RUU KUHAP juga memberikan ruang terhadap penerapan prinsip restorative justice yang lebih luas dan sistematis. Dalam satu bab khusus, mekanisme keadilan restoratif diatur secara detail agar penyelesaian perkara tidak hanya berorientasi pada penghukuman, tetapi juga pemulihan kerugian korban dan perbaikan hubungan sosial. Restorative justice yang diatur dalam KUHAP baru mencakup seluruh tahap pemeriksaan, mulai dari penyidikan hingga persidangan. Hal ini diharapkan akan menumbuhkan paradigma baru dalam penegakan hukum, di mana pemulihan menjadi prioritas utama dibanding sekadar menjatuhkan hukuman.

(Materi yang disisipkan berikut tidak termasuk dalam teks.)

def test_curve_and_exposure_in_other_units(tmp_path):
    """The file's unit is mg/m3; the curve is published per 100 ug/m3
    (1 mg = 1000 ug, so per 0.1 mg/m3, held flat above 2000 ug/m3 = 2 mg/m3);
    the exposure GM is in ppm of toluene (molecular weight 92.14 g/mol),
    mg/m3 = ppm x MW / 24.45 at 25 C and 1 atm (common practice in
    occupational hygiene; 24.45 L/mol is the molar volume of an ideal gas
    there). A GSD has no unit. PAF by quad in mg/m3."""
    toml = """\
        unit = "mg/m3"
        molecular_weight = 92.14

        [curve]
        model = "log-linear"
        rr = 1.1
        per = 100
        unit = "ug/m3"
        max_dose = 2000

        [exposure]
        family = "lognormal"
        gm = 0.5
        gsd = 2.0
        unit = "ppm"
    """
    res = run_api(tmp_path, toml, {})
    gm = 0.5 * 92.14 / 24.45
    b = math.log(1.1) / 0.1
    assert res["unit"] == "mg/m3"
    assert res["exposure"]["parameters"]["gm"] == pytest.approx(gm, rel=1e-12)
    assert res["exposure"]["parameters"]["gsd"] == pytest.approx(2.0, rel=1e-12)
    assert res["curve"]["coefficients"] == pytest.approx([b], rel=1e-12)
    assert res["curve"]["max_dose"] == pytest.approx(2.0, rel=1e-12)
    expected = paf_by_quad(lambda x: math.exp(b * min(x, 2.0)), lognormal(gm, 2.0), [2.0])
    assert res["paf"]["estimate"] == pytest.approx(expected, rel=1e-7)


def test_band_median_doses_and_independent_covariance(tmp_path):
    """dose = "band-median": the conditional median of the exposed
    distribution within each band, F^-1((F(l) + F(u))/2) (scipy.stats
    lognorm.cdf/ppf). covariance = "independent": the log-RR covariance is
    diagonal with the CI-implied variances, the slope is weighted least
    squares, and the output says the estimates were treated as independent
    (issue 2 item 3)."""
    toml = """\
        unit = "ug/m3"

        [curve]
        table = "bands.csv"
        model = "log-linear"
        dose = "band-median"
        covariance = "independent"

        [exposure]
        family = "lognormal"
        gm = 8.0
        gsd = 2.2
    """
    res = run_api(tmp_path, toml, {"bands.csv": NO_COUNTS})
    dist = lognormal(8.0, 2.2)
    edges = [(0, 5), (5, 10), (10, 20), (20, math.inf)]
    medians = [dist.ppf((dist.cdf(a) + dist.cdf(b)) / 2) for a, b in edges]
    c = res["curve"]
    assert [f["dose"] for f in c["fitted"]] == pytest.approx(medians[1:], rel=1e-7)
    assert c["reference_dose"] == pytest.approx(medians[0], rel=1e-7)
    lo, hi = np.array([0.95, 1.08, 1.30]), np.array([1.39, 1.61, 2.22])
    var = ((np.log(hi) - np.log(lo)) / (2 * Z975)) ** 2
    np.testing.assert_allclose(c["log_rr_covariance"], np.diag(var), rtol=1e-9, atol=1e-15)
    x = np.array(medians[1:]) - medians[0]
    y = np.log([1.15, 1.32, 1.70])
    assert c["coefficients"] == pytest.approx([np.sum(x * y / var) / np.sum(x * x / var)], rel=1e-6)
    assert any("independent" in w for w in res["warnings"] + res["notes"])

Komisi III DPR menegaskan bahwa pembaruan KUHAP tidak mengubah secara mendasar kewenangan aparat penegak hukum. Diferensiasi fungsional tetap dipertahankan, seperti pemisahan antara fungsi penyidikan oleh kepolisian dan penuntutan oleh kejaksaan. Hal ini sesuai dengan Putusan Mahkamah Konstitusi yang menekankan pentingnya pencegahan konsentrasi kekuasaan dalam satu lembaga. KUHAP baru justru memperkuat integrasi antar-subsistem peradilan pidana dalam kerangka sistem peradilan pidana terpadu atau integrated criminal justice system.
Sementara itu, Pakar hukum sekaligus Guru Besar Universitas Airlangga (Unair) Prof. Dr. Sadjijono, S.H., M.Hum. menyatakan bahwa KUHAP harus terbit sebelum Kitab Undang-Undang Hukum Pidana (KUHP) baru berlaku pada 1 Januari 2026. Menurutnya, keberadaan KUHAP menjadi vital untuk diterbitkan terlebih dahulu karena perlu adanya peraturan pelaksana terhadap implementasi KUHP itu sendiri.

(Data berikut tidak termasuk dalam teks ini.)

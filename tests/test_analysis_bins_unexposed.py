"""A binned exposure table whose first row (lower = upper = 0) counts the
people with no exposure: the unexposed share is that count over the total,
and the remaining bands are fitted as before."""

import numpy as np
import pytest
from reference_integrals import expect_over

from doseattr.analysis.config import analysis_from_dict
from doseattr.analysis.pipeline import run_analysis
from doseattr.errors import InputError

ERR = {"model": "linear", "err": 0.04, "per": 1.0, "max_dose": 60.0}
BANDS = "lower,upper,count\n0,5,120\n5,10,260\n10,20,180\n20,,40\n"


def run(tmp_path, text, **extra):
    (tmp_path / "b.csv").write_text(text)
    exposure = {"bins": "b.csv", "family": "lognormal", **extra}
    return run_analysis(analysis_from_dict({"unit": "ug/m3", "curve": ERR, "exposure": exposure},
                                           base_dir=tmp_path))


def test_zero_row_gives_the_unexposed_share(tmp_path):
    """u = 400 / (400 + 600); the exposed part is the fit without the row, so
    E[RR_m] = u + (1 - u) E_fit[RR] (law of total expectation), with E_fit
    from scipy.integrate.quad over the fitted lognormal (scipy.stats)."""
    with_zero = run(tmp_path, "lower,upper,count\n0,0,400\n" + BANDS.split("\n", 1)[1])
    without = run(tmp_path, BANDS)
    assert with_zero.exposure.unexposed == pytest.approx(0.4, rel=1e-15)
    np.testing.assert_allclose(with_zero.exposure.params, without.exposure.params, rtol=1e-10)
    d = with_zero.exposure.family.scipy(with_zero.exposure.params)
    e_fit = expect_over(lambda x: 1 + 0.04 * min(x, 60.0), d, (60.0,), epsrel=1e-12, limit=50)
    e = 0.4 + 0.6 * e_fit
    assert with_zero.paf.estimate == pytest.approx(1 - 1 / e, rel=1e-8)


def test_zero_row_must_come_first(tmp_path):
    text = BANDS + "0,0,400\n"
    with pytest.raises(InputError, match=r"b.csv: row 6, column 'upper': .*first row"):
        run(tmp_path, text)


def test_zero_row_and_unexposed_key_conflict(tmp_path):
    with pytest.raises(InputError, match=r"\[exposure\] key 'unexposed'"):
        run(tmp_path, "lower,upper,count\n0,0,400\n" + BANDS.split("\n", 1)[1], unexposed=0.1)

RUU KUHAP sejatinya adalah fondasi baru yang menentukan wajah penegakan hukum Indonesia ke depan. Dengan menjunjung tinggi prinsip keadilan, transparansi, dan perlindungan hak asasi manusia, KUHAP baru dapat menjadi tonggak penting dalam mewujudkan negara hukum yang demokratis dan beradab. Optimalisasi penerapan hukum melalui KUHAP yang terarah dan partisipatif adalah jalan menuju keadilan yang tidak hanya dirasakan oleh negara, tetapi juga oleh rakyat secara menyeluruh. Kini, tantangan terbesar adalah menjaga semangat reformasi hukum ini agar tidak terhenti di tengah jalan dan mampu menjawab harapan masyarakat luas.